[[ Task input open ]]
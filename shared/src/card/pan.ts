/**
 * Pure helpers for a card number (PAN, ISO/IEC 7812-1). What may be shown or
 * kept readably is the first six digits (the BIN, the issuer identification
 * number) and the last four: common practice under the card industry's data
 * security standard (PCI DSS), which the institution's own rules may tighten.
 */

/** ISO/IEC 7812-1 caps a PAN at 19 digits; issued card numbers are 12 digits or longer (common practice). */
export const PAN_MIN_DIGITS = 12;
export const PAN_MAX_DIGITS = 19;

const ENTRY = /^[0-9 -]+$/;

/**
 * The digits of a card number as people and upstream systems write it: digits
 * with optional spaces or dashes between groups. Returns null when anything
 * else is present or no digit is; length and Luhn are not checked here.
 */
export function panDigits(entry: string): string | null {
  if (typeof entry !== 'string' || !ENTRY.test(entry)) return null;
  const digits = entry.replace(/[ -]/g, '');
  return digits.length > 0 ? digits : null;
}

export interface PanParts {
  /** First six digits: the issuer identification number (BIN). */
  readonly bin: string;
  readonly last4: string;
}

function requireDigits(pan: string): string {
  const digits = panDigits(pan);
  if (digits === null || digits.length < PAN_MIN_DIGITS || digits.length > PAN_MAX_DIGITS) {
    // The message never carries the number itself.
    throw new RangeError(`expected a card number of ${PAN_MIN_DIGITS}-${PAN_MAX_DIGITS} digits`);
  }
  return digits;
}

/** BIN (first six) and last four digits of a card number. @throws RangeError on anything but a 12-19 digit number. */
export function panParts(pan: string): PanParts {
  const digits = requireDigits(pan);
  return { bin: digits.slice(0, 6), last4: digits.slice(-4) };
}

/** Display form showing only BIN and last four, e.g. `411111••••••1111`. @throws RangeError like panParts. */
export function maskPan(pan: string): string {
  const digits = requireDigits(pan);
  return maskFromParts({ bin: digits.slice(0, 6), last4: digits.slice(-4) }, digits.length);
}

/**
 * The same display form from stored parts, for screens that never had the
 * number. The hidden length is unknown there, so 16 digits is assumed (the most
 * common length, common practice) unless given.
 */
export function maskFromParts(parts: PanParts, length = 16): string {
  const hidden = Math.max(0, length - parts.bin.length - parts.last4.length);
  return `${parts.bin}${'•'.repeat(hidden)}${parts.last4}`;
}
[[ Task input closed ]]
**What is needed:** When a line contains the string "common", copy it from the records.

**Task result:**
 * number) and the last four: common practice under the card industry's data
/** ISO/IEC 7812-1 caps a PAN at 19 digits; issued card numbers are 12 digits or longer (common practice). */
 * common length, common practice) unless given.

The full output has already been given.